- The Washington Times - Thursday, December 11, 2003

2004 will mark the 50th anniversary of the landmark Supreme Court decision that struck down segregation in America’s public education system. Since states were ordered to move with all deliberate speed, it spawned all manner of remedies and led some authorities in local and state government to say they never would budge — understandable signs of those times. Today, though, lawful segregation no longer is the issue, but America’s great divide remains as deep and as wide as it was in 1954.

In schools, Christmas break is now winter break, and Easter break is now spring break. School prayer is a no-no. Displays representing Christianity — whether creches and crosses, or scrolls of the Ten Commandments and the 23rd Psalm — are forbidden. And the Pledge of Allegiance? We profess to be one nation and indivisible, but under who’s authority?

We can’t put up a Christmas tree without offending or without someone yelling, “Separation of church and state.” Some Christians have even taken to asking, “Shouldn’t we have moss for Muhammad?”

We have taken Christ out of Christmas and taken to writing Christmas as Xmas.

The sanitized versions of holy days are slowing overwhelming the soul of America.

“Nothing gives me more pleasure than saying God bless to atheists,” a mentor of mine recently said.

Give that man a hearty “Amen.”

But it’s not just atheists. Lots of people who say they are of one religion or another appear to have ulterior motives that are cultivating and sustaining this anti-Christian movement — a culture war, interesting enough, that polls just don’t seem to capture.

For example, a Gallup survey released a week ago said 61 percent of Americans consider religion “very important in their own lives” and that nearly two-thirds are a member of a church or synagogue. Also, respondents who identified themselves as Republicans were among the most spiritually inclined (67 percent), compared with Democrats (63 percent) and independents (54 percent).

Our houses of faith runneth over with worshipers. In Washington, there are far more Maryland and Virginia license plates on Sundays than there are legal parking spaces. D.C. officials have taken to reconfiguring the white lines on the black pavement just to accommodate those worshipers. Police simply ignore the illegally parked faithful flocks — a sign, perhaps, that even they understand that the worshipers are paying homage to higher authority rather than the gods of parking enforcement.

What does any of this have to with the 1954 Brown vs. Board of Education decision? Far more than you think. “Today, education is perhaps the most important function of state and local governments. Compulsory school attendance laws and the great expenditures for education both demonstrate our recognition of the importance of education to our democratic society. It is required in the performance of our most basic public responsibilities, even service in the armed forces. It is the very foundation of good citizenship. Today it is a principal instrument in awakening the child to cultural values, in preparing him for later professional training, and in helping him to adjust normally to his environment. In these days, it is doubtful that any child may reasonably be expected to succeed in life if he is denied the opportunity of an education. Such an opportunity, where the state has undertaken to provide it, is a right which must be made available to all on equal terms.”

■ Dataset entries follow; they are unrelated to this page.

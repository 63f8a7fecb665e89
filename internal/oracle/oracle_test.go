package oracle_test

import (
	"bufio"
	"math"
	"math/big"
	"math/rand/v2"
	"os"
	"path/filepath"
	"strconv"
	"strings"
	"testing"

	"lanecert/flow"
	"lanecert/internal/oracle"
	"lanecert/internal/randnet"
)

// readMin parses the few DIMACS lines used by testdata/*.min: "p min N A",
// "n ID SUPPLY", "a SRC DST LOW CAP COST"; "c" lines are comments. Numbers
// are integers, so both scales are 0.
func readMin(t *testing.T, name string) *flow.Network {
	t.Helper()
	f, err := os.Open(filepath.Join("testdata", name))
	if err != nil {
		t.Fatal(err)
	}
	defer f.Close()
	n := &flow.Network{}
	sc := bufio.NewScanner(f)
	line := 0
	num := func(s string) int64 {
		v, err := strconv.ParseInt(s, 10, 64)
		if err != nil {
			t.Fatalf("%s:%d: %v", name, line, err)
		}
		return v
	}
	for sc.Scan() {
		line++
		fs := strings.Fields(sc.Text())
		if len(fs) == 0 {
			continue
		}
		switch {
		case fs[0] == "p" && len(fs) == 4:
			nn := int(num(fs[2]))
			n.Nodes = make([]string, nn)
			n.Supply = make([]int64, nn)
			for v := range nn {
				n.Nodes[v] = strconv.Itoa(v + 1)
			}
		case fs[0] == "n" && len(fs) == 3:
			n.Supply[num(fs[1])-1] = num(fs[2])
		case fs[0] == "a" && len(fs) == 6:
			n.Tail = append(n.Tail, flow.NodeID(num(fs[1])-1))
			n.Head = append(n.Head, flow.NodeID(num(fs[2])-1))
			n.Lower = append(n.Lower, num(fs[3]))
			n.Upper = append(n.Upper, num(fs[4]))
			n.Rate = append(n.Rate, num(fs[5]))
		case fs[0] == "c":
		default:
			t.Fatalf("%s:%d: unexpected line %q", name, line, sc.Text())
		}
	}
	if err := sc.Err(); err != nil {
		t.Fatal(err)
	}
	if err := n.Validate(); err != nil {
		t.Fatalf("%s: %v", name, err)
	}
	return n
}

// dropNode removes node v and its lanes.
func dropNode(n *flow.Network, v flow.NodeID) *flow.Network {
	out := &flow.Network{}
	for u := range n.Nodes {
		if flow.NodeID(u) != v {
			out.Nodes = append(out.Nodes, n.Nodes[u])
			out.Supply = append(out.Supply, n.Supply[u])
		}
	}
	re := func(u flow.NodeID) flow.NodeID {
		if u > v {
			return u - 1
		}
		return u
	}
	for a := range n.Tail {
		if n.Tail[a] == v || n.Head[a] == v {
			continue
		}
		out.Tail = append(out.Tail, re(n.Tail[a]))
		out.Head = append(out.Head, re(n.Head[a]))
		out.Lower = append(out.Lower, n.Lower[a])
		out.Upper = append(out.Upper, n.Upper[a])
		out.Rate = append(out.Rate, n.Rate[a])
	}
	return out
}

func TestMinCostPublished(t *testing.T) {
	tests := []struct {
		file string
		want float64
		edit func(*flow.Network) *flow.Network
	}{
		// Dantzig, Linear Programming and Extensions (1963) ch. 3-3; GLPK 5.0 examples/transp.mod.
		{file: "dantzig_trnsport.min", want: 153675},
		// Same data without the dummy sink (node 6): the 50 surplus cases are
		// kept at the plants by the excess-supply rule; the dummy sink with
		// zero-cost arcs in the source models exactly that, so the optimum is
		// the source's 153675.
		{file: "dantzig_trnsport.min", want: 153675, edit: func(n *flow.Network) *flow.Network { return dropNode(n, 5) }},
		// GLPK 5.0 examples/sample.min; GLPK Graph and Network Routines (Dec 2020) sec. 2.1.5.
		{file: "glpk_sample.min", want: 213},
		// lp_solve 5.5 reference guide, "DIMACS minimum cost flow problems".
		{file: "dimacs_lpsolve_example.min", want: 14},
		// Winston, Operations Research: Applications and Algorithms, Powerco example (edition from memory).
		{file: "winston_powerco.min", want: 1020},
		// lp_solve 5.5 reference guide, "DIMACS assignment problems".
		{file: "lpsolve_asn5.min", want: 118},
		// SciPy 1.10 scipy.optimize.linear_sum_assignment documentation example.
		{file: "scipy_lsa_doc3.min", want: 5},
		// NetworkX 2.8 algorithms/flow/tests/test_mincost.py::test_simple_digraph.
		{file: "nx_simple_digraph.min", want: 24},
		// NetworkX 2.8 test_mincost.py::test_transshipment (negative rates).
		{file: "nx_transshipment.min", want: 41},
		// LEMON 1.3 test/min_cost_flow_test.cc, case "-1".
		{file: "lemon_mcf_case1.min", want: 5240},
		// LEMON 1.3 test/min_cost_flow_test.cc, case "-2".
		{file: "lemon_mcf_case2.min", want: 7620},
		// Fourer, Gay & Kernighan, AMPL 2nd ed. (2003) ch. 15, net1 (costs x10).
		{file: "ampl_net1.min", want: 18190},
	}
	for _, tc := range tests {
		name := tc.file
		if tc.edit != nil {
			name += "/edited"
		}
		t.Run(name, func(t *testing.T) {
			n := readMin(t, tc.file)
			if tc.edit != nil {
				n = tc.edit(n)
			}
			r, err := oracle.MinCost(n)
			if err != nil {
				t.Fatal(err)
			}
			if r.Status != oracle.Optimal {
				t.Fatalf("status %v, want optimal", r.Status)
			}
			if math.Abs(r.Cost-tc.want) > 1e-6*tc.want {
				t.Errorf("cost %v, want %v", r.Cost, tc.want)
			}
			if !oracle.SameCost(flow.WideFrom(int64(tc.want)), 0, r) {
				t.Errorf("SameCost(%v) false for cost %v", tc.want, r.Cost)
			}
			if oracle.SameCost(flow.WideFrom(int64(tc.want)+1), 0, r) {
				t.Errorf("SameCost(%v) true for cost %v", tc.want+1, r.Cost)
			}
			checkFlow(t, n, r)
		})
	}
}

// checkFlow checks that r.Flow is integral within 1e-6, meets bounds and
// balances (with the excess-supply rule), and costs r.CostScaled.
func checkFlow(t *testing.T, n *flow.Network, r oracle.Result) {
	t.Helper()
	if len(r.Flow) != len(n.Tail) {
		t.Fatalf("%d flows for %d lanes", len(r.Flow), len(n.Tail))
	}
	x := make([]int64, len(r.Flow))
	var cost float64
	for a, f := range r.Flow {
		x[a] = int64(math.Round(f))
		if math.Abs(f-float64(x[a])) > 1e-6 {
			t.Fatalf("lane %d: flow %v not integral", a, f)
		}
		if x[a] < n.Lower[a] || x[a] > n.Upper[a] {
			t.Fatalf("lane %d: flow %d outside [%d, %d]", a, x[a], n.Lower[a], n.Upper[a])
		}
		cost += float64(n.Rate[a]) * f
	}
	if math.Abs(cost-r.CostScaled) > 1e-6*(1+math.Abs(cost)) {
		t.Errorf("flows cost %v, result says %v", cost, r.CostScaled)
	}
	if want := r.CostScaled / math.Pow(10, float64(n.QtyPlaces+n.RatePlaces)); math.Abs(want-r.Cost) > 1e-9*(1+math.Abs(want)) {
		t.Errorf("Cost %v, CostScaled %v: scales disagree", r.Cost, r.CostScaled)
	}
	out := make([]int64, len(n.Nodes))
	for a := range x {
		out[n.Tail[a]] += x[a]
		out[n.Head[a]] -= x[a]
	}
	s, d, _ := n.Totals()
	for v, o := range out {
		if s > d && n.Supply[v] > 0 {
			if o < 0 || o > n.Supply[v] {
				t.Errorf("origin %d: net outflow %d outside [0, %d]", v, o, n.Supply[v])
			}
		} else if o != n.Supply[v] {
			t.Errorf("node %d: net outflow %d, supply %d", v, o, n.Supply[v])
		}
	}
}

// net builds a network from lanes given as {tail, head, lower, upper, rate}.
func net(supply []int64, lanes [][5]int64) *flow.Network {
	n := &flow.Network{Supply: supply}
	for v := range supply {
		n.Nodes = append(n.Nodes, strconv.Itoa(v+1))
	}
	for _, l := range lanes {
		n.Tail = append(n.Tail, flow.NodeID(l[0]))
		n.Head = append(n.Head, flow.NodeID(l[1]))
		n.Lower = append(n.Lower, l[2])
		n.Upper = append(n.Upper, l[3])
		n.Rate = append(n.Rate, l[4])
	}
	return n
}

const inf = flow.NoLimit

// Hand-made cases; each expected value is worked by hand from the problem
// definition in the package doc.
func TestMinCostSmall(t *testing.T) {
	tests := []struct {
		name   string
		n      *flow.Network
		status oracle.Status
		cost   float64 // true units
	}{
		{"one lane", net([]int64{3, -3}, [][5]int64{{0, 1, 0, inf, 2}}), oracle.Optimal, 6},
		{"demand above supply", net([]int64{3, -4}, [][5]int64{{0, 1, 0, inf, 2}}), oracle.Infeasible, 0},
		{"capacity too small", net([]int64{3, -3}, [][5]int64{{0, 1, 0, 2, 2}}), oracle.Infeasible, 0},
		{"no route", net([]int64{3, -3}, [][5]int64{{1, 0, 0, inf, 2}}), oracle.Infeasible, 0},
		{"isolated node with supply", net([]int64{3, -3, 1, 0}, [][5]int64{{0, 1, 0, inf, 2}}), oracle.Optimal, 6},
		{"isolated destination", net([]int64{3, -3, 0, -1}, [][5]int64{{0, 1, 0, inf, 2}}), oracle.Infeasible, 0},
		{"minimum forces a cycle", net([]int64{0, 0}, [][5]int64{{0, 1, 2, inf, 3}, {1, 0, 0, inf, 1}}), oracle.Optimal, 8},
		{"negative cycle without capacity", net([]int64{1, -1}, [][5]int64{{0, 1, 0, inf, 1}, {1, 0, 0, inf, -2}}), oracle.Unbounded, 0},
		{"negative cycle with capacity", net([]int64{1, -1}, [][5]int64{{0, 1, 0, inf, 1}, {1, 0, 0, 4, -2}}), oracle.Optimal, 1 - 4},
		{"negative self-loop with capacity", net([]int64{1, -1}, [][5]int64{{0, 1, 0, inf, 1}, {1, 1, 1, 5, -2}}), oracle.Optimal, 1 - 10},
		{"negative self-loop without capacity", net([]int64{1, -1}, [][5]int64{{0, 1, 0, inf, 1}, {1, 1, 0, inf, -2}}), oracle.Unbounded, 0},
		{"negative self-loop, infeasible", net([]int64{2, -1, -1}, [][5]int64{{0, 1, 0, inf, 1}, {1, 1, 0, inf, -2}}), oracle.Infeasible, 0},
		{"self-loop only", net([]int64{0}, [][5]int64{{0, 0, 2, 7, 3}}), oracle.Optimal, 6},
		{"excess kept", net([]int64{5, -2}, [][5]int64{{0, 1, 0, inf, 4}}), oracle.Optimal, 8},
		{"excess, negative rate, destination balances", net([]int64{5, -2}, [][5]int64{{0, 1, 0, inf, -4}}), oracle.Optimal, -8},
		{"excess, origin also receives", net([]int64{5, 3, -4}, [][5]int64{{0, 1, 0, inf, 1}, {1, 2, 0, inf, 1}, {0, 2, 0, inf, 3}}), oracle.Optimal, 5},
		{"fixed lane", net([]int64{2, -2}, [][5]int64{{0, 1, 2, 2, 5}}), oracle.Optimal, 10},
	}
	for _, tc := range tests {
		t.Run(tc.name, func(t *testing.T) {
			r, err := oracle.MinCost(tc.n)
			if err != nil {
				t.Fatal(err)
			}
			if r.Status != tc.status {
				t.Fatalf("status %v, want %v", r.Status, tc.status)
			}
			if r.Status != oracle.Optimal {
				if r.Flow != nil {
					t.Errorf("flow %v for status %v", r.Flow, r.Status)
				}
				return
			}
			if math.Abs(r.Cost-tc.cost) > 1e-9 {
				t.Errorf("cost %v, want %v", r.Cost, tc.cost)
			}
			checkFlow(t, tc.n, r)
		})
	}
}

func TestMinCostScales(t *testing.T) {
	// 1.5 units at rate 0.25 cost 0.375 (worked by hand): quantities with
	// 1 place, rates with 2 places, cost with 3.
	n := net([]int64{15, -15}, [][5]int64{{0, 1, 0, inf, 25}})
	n.QtyPlaces, n.RatePlaces = 1, 2
	r, err := oracle.MinCost(n)
	if err != nil {
		t.Fatal(err)
	}
	if math.Abs(r.Cost-0.375) > 1e-12 || math.Abs(r.CostScaled-375) > 1e-9 {
		t.Errorf("cost %v (scaled %v), want 0.375 (375)", r.Cost, r.CostScaled)
	}
	if !oracle.SameCost(flow.WideFrom(375), 3, r) || oracle.SameCost(flow.WideFrom(376), 3, r) {
		t.Errorf("SameCost wrong around 375 at 3 places")
	}
}

func TestSameCost(t *testing.T) {
	tests := []struct {
		exact  int64
		places int
		r      oracle.Result
		want   bool
	}{
		{100, 0, oracle.Result{Status: oracle.Optimal, Cost: 100}, true},
		{100, 0, oracle.Result{Status: oracle.Optimal, Cost: 100 + 1e-8}, true},
		{100, 0, oracle.Result{Status: oracle.Optimal, Cost: 100.001}, false},
		{100, 2, oracle.Result{Status: oracle.Optimal, Cost: 1}, true},
		{0, 2, oracle.Result{Status: oracle.Optimal, Cost: 1e-12}, true},
		{1, 0, oracle.Result{Status: oracle.Optimal, Cost: 0}, false},
		{100, 0, oracle.Result{Status: oracle.Infeasible, Cost: 100}, false},
		{-1e15, 0, oracle.Result{Status: oracle.Optimal, Cost: -1e15 * (1 + 1e-11)}, true},
		// A proved optimum is compared exactly: a float cost within the
		// tolerance does not help a different exact one.
		{1e15, 0, oracle.Result{Status: oracle.Optimal, Cost: 1e15, Exact: true, ExactCost: flow.WideFrom(1e15 + 1)}, false},
		{1e15 + 1, 0, oracle.Result{Status: oracle.Optimal, Cost: 1e15, Exact: true, ExactCost: flow.WideFrom(1e15 + 1)}, true},
	}
	for _, tc := range tests {
		if got := oracle.SameCost(flow.WideFrom(tc.exact), tc.places, tc.r); got != tc.want {
			t.Errorf("SameCost(%d, %d, %+v) = %v, want %v", tc.exact, tc.places, tc.r, got, tc.want)
		}
	}
}

func TestStatusString(t *testing.T) {
	for s, want := range map[oracle.Status]string{oracle.Optimal: "optimal", oracle.Infeasible: "infeasible", oracle.Unbounded: "unbounded", 7: "Status(7)"} {
		if s.String() != want {
			t.Errorf("%d: %q, want %q", int(s), s.String(), want)
		}
	}
}

// TestMinCostRandom compares the oracle with randnet's exact feasibility
// search: both must agree on feasibility, the oracle's plan must be
// feasible, and no feasible plan found may cost less than the optimum; the
// optimum proved exactly (Exact) must be consistent with the float one.
func TestMinCostRandom(t *testing.T) {
	rng := rand.New(rand.NewPCG(20240611, 1))
	count := map[oracle.Status]int{}
	exact := 0
	for i := range 400 {
		o := randnet.RandomOptions(rng)
		n := randnet.Network(rng, o)
		r, err := oracle.MinCost(n)
		if err != nil {
			t.Fatalf("case %d %+v: %v", i, o, err)
		}
		count[r.Status]++
		plan, ok := randnet.FeasiblePlan(rng, n)
		if ok != (r.Status != oracle.Infeasible) {
			t.Fatalf("case %d %+v: FeasiblePlan %v, oracle %v", i, o, ok, r.Status)
		}
		if r.Status != oracle.Optimal {
			continue
		}
		checkFlow(t, n, r)
		var c float64
		for a, x := range plan {
			c += float64(n.Rate[a]) * float64(x)
		}
		if c < r.CostScaled-1e-6*(1+math.Abs(c)) {
			t.Fatalf("case %d: plan cost %v below optimum %v", i, c, r.CostScaled)
		}
		// The exact optimum, when the oracle proves it: its plan rounds
		// r.Flow, it is feasible and improvable by no cycle, its cost is
		// the float cost up to rounding, and no feasible plan costs less.
		if !r.Exact {
			continue
		}
		exact++
		if oracle.Improvable(n, r.Plan) {
			t.Fatalf("case %d: exact plan improvable", i)
		}
		var pc, fc flow.Wide
		for a := range r.Plan {
			if float64(r.Plan[a]) != math.Round(r.Flow[a]) {
				t.Fatalf("case %d lane %d: plan %d, flow %v", i, a, r.Plan[a], r.Flow[a])
			}
			pc, _ = pc.Add(flow.MulWide(n.Rate[a], r.Plan[a]))
			fc, _ = fc.Add(flow.MulWide(n.Rate[a], plan[a]))
		}
		if pc.Cmp(r.ExactCost) != 0 || fc.Cmp(r.ExactCost) < 0 {
			t.Fatalf("case %d: exact cost %s, plan's %s, a feasible plan's %s", i, r.ExactCost.Format(0), pc.Format(0), fc.Format(0))
		}
		if e, _ := new(big.Float).SetInt(r.ExactCost.Big()).Float64(); math.Abs(e-r.CostScaled) > 1e-6*(1+math.Abs(e)) {
			t.Fatalf("case %d: exact cost %v, float cost %v", i, e, r.CostScaled)
		}
	}
	// Network-flow LPs have integral optimal vertices: rounding should
	// almost always give the proved optimum (common practice, no source).
	if exact*100 < count[oracle.Optimal]*95 {
		t.Errorf("only %d of %d optima proved exactly", exact, count[oracle.Optimal])
	}
	for _, s := range []oracle.Status{oracle.Optimal, oracle.Infeasible, oracle.Unbounded} {
		if count[s] == 0 {
			t.Errorf("no %v cases among random networks", s)
		}
	}
	t.Logf("statuses: %v; %d optima proved exactly", count, exact)
}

Who’s talking? Thomas Jefferson, staunch champion of universal education? Martin Luther King Jr., dreamer of a utopian America? George W. Bush, espouser of education as the new civil right?

That was Chief Justice Earl Warren, on Brown.

Have we made any progress? Do parents have any more choices today than they did prior to Brown?

Education is still compulsory, but while blacks are no longer forced into racially segregated schools circa 1954, schools in many urban districts are still segregated. (New York City has even added a new twist, by segregating school children based on sexual proclivities.)

Irony of ironies is that the very people who applauded the Brown decision are the same ones who now stand united to condemn the grandchildren of Brown beneficiaries to schools that are as separate and unequal as those in 1954.

The Christian segregationists are now touting school choice, while the doubting Thomases are urging maintenance of the status quo, with poor and uneducated children as their secular pawns.

Conservatives in Congress know who is winning this battle over the soul of the republic — 50 years after the Brown decision. Instead of marching onward, as Christian soldiers do, they abandoned the school-choice bill and headed for home to celebrate Xmas.